A bag contains mangoes that are either green or yellow. The ratio of green mangoes to yellow mangoes in the bag is 3 to 5. When two green mangoes are removed and ten yellow mangoes are added, the ratio becomes 2 to 5. How many green mangoes were originally in the bag?

Say that the original number of green mangoes is g and the original number of yellow mangoes is y. So you know that \dfrac{g}{y}=\dfrac{3}{5}.

When two green mangoes are removed, and 10 yellow mangoes are added, the ratio becomes \dfrac{g-2}{y+10}=\dfrac{2}{5}.

Now we have two equations and two variables—we can solve for g to get the answer we seek!

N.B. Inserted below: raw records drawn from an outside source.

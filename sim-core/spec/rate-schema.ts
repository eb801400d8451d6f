import { z } from 'zod';
import type { Parameter } from './parameters.ts';

/** Schema of the rates of a table: each a number within its range, at its default where it is left out. */
export function rateSchema<Name extends string>(
  table: Readonly<Record<Name, Parameter>>,
): z.ZodType<{ [name in Name]: number }, { [name in Name]?: number }> {
  const fields = Object.entries<Parameter>(table).map(([name, { min, max, unit, label, default: start }]) => {
    const said = `${label} must lie between ${min} and ${max} ${unit}`;
    return [name, z.number({ error: said }).min(min, said).max(max, said).default(start)];
  });
  return z.strictObject(
    Object.fromEntries(fields) as Record<Name, z.ZodDefault<z.ZodNumber>>,
  ) as unknown as z.ZodType<{ [name in Name]: number }, { [name in Name]?: number }>;
}
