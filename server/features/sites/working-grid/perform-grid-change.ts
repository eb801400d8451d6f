import { randomUUID } from 'node:crypto';
import { gridSchema } from '#contract/grid.ts';
import { layerPartSchema, storedSourceSchema, valueUnitSchema } from '#contract/layers.ts';
import { gridOf } from '#server/database/site-grid.ts';
import type { GridChangeRow } from '#server/database/entities/grid-change.ts';
import type { LayerRow } from '#server/database/entities/layer.ts';
import { readJson } from '#server/database/json-column.ts';
import type { Manager } from '#server/database/manager.ts';
import { releaseBlobs, storeWithRows } from '#server/files/stored-files.ts';
import { closing } from '#server/jobs/background.ts';
import type { TaskProgress } from '#server/jobs/raster-pool.ts';
import { classifyError } from '#server/middleware/classify-error.ts';
import type { Services } from '#server/services.ts';
import type { Grid } from '#sim-core/grid/grid.ts';
import { alignToGrid, type AlignedRaster } from '../align-to-grid.ts';
import { blobsOfLayer } from '../layer-history.service.ts';
import {
  currentLayers,
  fitsOnRaster,
  deleteLayerRow,
  hasTwin,
  insertLayer,
  comparisonsOnRaster,
  runsOnRaster,
  updateLayer,
} from '../layer.repository.ts';
import { findSite, updateSite } from '../site.repository.ts';
import { deleteGridChange, findGridChange, updateGridChange } from './grid-change.repository.ts';

const mostAttempts = 3;

/** Somebody stopped the change while it was worked on. */
class Overtaken extends Error {
  override name = 'Overtaken';
}

/**
 * Aligns all layers of a site anew from the files that they were made from, and lets the site take grid and layers in one
 * go. When anything fails, the site is as it was and the change says why.
 */
export async function performGridChange(
  services: Services,
  siteId: string,
  id: string,
  progress: Required<TaskProgress>,
): Promise<void> {
  const change = await findGridChange(services.dataSource.manager, siteId);
  if (change?.id !== id || change.state !== 'aligning') return;
  if (change.attempts >= mostAttempts) {
    await fail(
      services,
      change,
      'The server ended each time before it was done. Ask again when nothing else runs.',
    );
    return;
  }
  await services.write((manager) => updateGridChange(manager, change, { attempts: change.attempts + 1 }));
  try {
    while (!(await alignAll(services, change, progress)));
  } catch (error) {
    if (error instanceof Overtaken) return;
    if (progress.signal.aborted) {
      if (progress.signal.reason === closing)
        await services.write((manager) => updateGridChange(manager, change, { attempts: 0 }));
      return;
    }
    const { code, message } = classifyError(error);
    if (code === 'internal')
      services.log.error({ err: error, site: siteId }, 'a change of the grid broke off');
    await fail(services, change, code === 'internal' ? 'The work broke off. Ask again.' : message);
  }
}

const fail = (services: Services, change: GridChangeRow, problem: string): Promise<void> =>
  services.write((manager) => updateGridChange(manager, change, { state: 'failed', problem }));

/** False when the site's layers changed meanwhile, so that it has to be done again. */
async function alignAll(
  services: Services,
  change: GridChangeRow,
  { onProgress, signal }: Required<TaskProgress>,
): Promise<boolean> {
  const { siteId } = change;
  const grid = readJson(gridSchema, change.grid);
  const layers = await currentLayers(services.dataSource.manager, siteId);
  const made: AlignedRaster[] = [];
  try {
    for (const [i, layer] of layers.entries()) {
      const share = (done: number) => onProgress((i + done) / layers.length);
      made.push(await alignLayer(services, layer, grid, { onProgress: share, signal }));
    }
  } catch (error) {
    for (const file of made.flatMap(({ files }) => files)) await services.blobs.discard(file);
    throw error;
  }
  const files = made.flatMap((raster) => raster.files);
  const { done, freed } = await storeWithRows(services, files, async (manager) => {
    if ((await findGridChange(manager, siteId))?.id !== change.id) throw new Overtaken();
    const now = await currentLayers(manager, siteId);
    if (now.map(({ id }) => id).join() !== layers.map(({ id }) => id).join())
      return { done: false, freed: files.map(({ hash }) => hash) };
    await takeGrid(manager, siteId, grid);
    await deleteGridChange(manager, siteId);
    return { done: true, freed: await replaceAll(manager, now, made, services.clock().toISOString()) };
  });
  await releaseBlobs(services, freed);
  return done;
}

const alignLayer = (
  services: Services,
  layer: LayerRow,
  grid: Grid,
  progress: Required<TaskProgress>,
): Promise<AlignedRaster> =>
  alignToGrid(
    services,
    {
      source: { hash: layer.sourceHash, bytes: layer.sourceBytes },
      part: layerPartSchema.parse(layer.part),
      band: readJson(storedSourceSchema, layer.source).band,
      grid,
      method: null,
      unit: valueUnitSchema.parse(layer.unit),
    },
    progress,
  );

/** Gives the site its new cells. @throws Overtaken */
async function takeGrid(manager: Manager, siteId: string, grid: Grid): Promise<void> {
  const site = await findSite(manager, siteId);
  if (!site) throw new Overtaken();
  const finestGrid = site.finestGrid ?? JSON.stringify(gridOf(site));
  await updateSite(manager, siteId, { ...grid, finestGrid });
}

/**
 * Lets the new rasters take the place of the layers that they are. What no run or comparison stands on is forgotten: it can be made
 * again from its file. Returns the hashes of the blobs that its rows referred to.
 */
async function replaceAll(
  manager: Manager,
  layers: readonly LayerRow[],
  made: readonly AlignedRaster[],
  now: string,
): Promise<string[]> {
  const freed: string[] = [];
  for (const [i, layer] of layers.entries()) {
    const { runs } = await runsOnRaster(manager, layer.siteId, layer.hash);
    const comparisons = await comparisonsOnRaster(manager, layer.siteId, layer.hash);
    const fits = await fitsOnRaster(manager, layer.siteId, layer.hash);
    if (runs + comparisons + fits > 0 && !(await hasTwin(manager, layer)))
      await updateLayer(manager, layer.id, { replacedAt: now });
    else {
      await deleteLayerRow(manager, layer.id);
      freed.push(...blobsOfLayer(layer));
    }
    await insertLayer(manager, { ...layer, ...made[i].stored, id: randomUUID() });
  }
  return freed;
}
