import { useEffect, useState } from 'react';
import { startRun } from '#app/workers/run-client.ts';
import { yearRecords, type YearRecord } from '#app/yearline/year-records.ts';
import type { SeriesRow } from '#sim-core/spec/run-result.ts';
import { pictureGrid, pictureGround, pictureSpec } from './picture-ground.ts';

export interface PictureRun {
  frames: ReadonlyMap<number, Uint8Array>;
  records: readonly YearRecord[];
  /** the browser would not run it: the page then shows the surveyed ground alone */
  failed: boolean;
}

const nothing: PictureRun = { frames: new Map(), records: [], failed: false };

/** Runs the picture's future with the engine itself, in a worker, and hands out its years as they come. */
export function usePictureRun(): PictureRun {
  const [run, setRun] = useState(nothing);
  useEffect(() => {
    const frames = new Map<number, Uint8Array>();
    const rows: SeriesRow[] = [];
    const handle = startRun(
      { spec: pictureSpec(), grid: pictureGrid, ground: pictureGround() },
      {
        onYear: ({ year, rows: more, frame }) => {
          rows.push(...more);
          if (frame) frames.set(year, frame);
          setRun({ frames: new Map(frames), records: yearRecords(rows), failed: false });
        },
      },
    );
    let left = false;
    handle.result.catch(() => {
      if (!left) setRun((before) => ({ ...before, failed: true }));
    });
    return () => {
      left = true;
      handle.cancel();
    };
  }, []);
  return run;
}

Manipulate the first equation to set it equal to y:

    \begin{align*}\dfrac{g}{y}&=\dfrac{3}{5}\\5g&=3y\\\dfrac{5}{3}g&=y\end{align*}

Now substitute into the other equation:

    \begin{align*}\dfrac{g-2}{\frac{5}{3}g+10}&=\dfrac{2}{5}\\5(g-2)&=2\left(\dfrac{5}{3}g+10\right)\\5g-10&=\dfrac{10}{3}g+20\\\dfrac{15}{3}g-10&=\dfrac{10}{3}g+20\\\dfrac{5}{3}g&=30\\g&=18\end{align*}

You can check your work on this easily enough. If there were originally 18 green mangoes and the ratio of green to yellow was 3 to 5, then there were originally 30 yellow mangoes. What happens if you take away 2 green mangoes and add 10 yellow mangoes? You end up with 16 green and 40 yellow, which simplifies to a ratio of 2 to 5, just like the question said.

One last note here. You didn’t provide answer choices for this question so I assume there weren’t any. However, if there were answer choices here, this would be an ideal question to backsolve—essentially to “check your work” like we just did in the last paragraph without doing the work!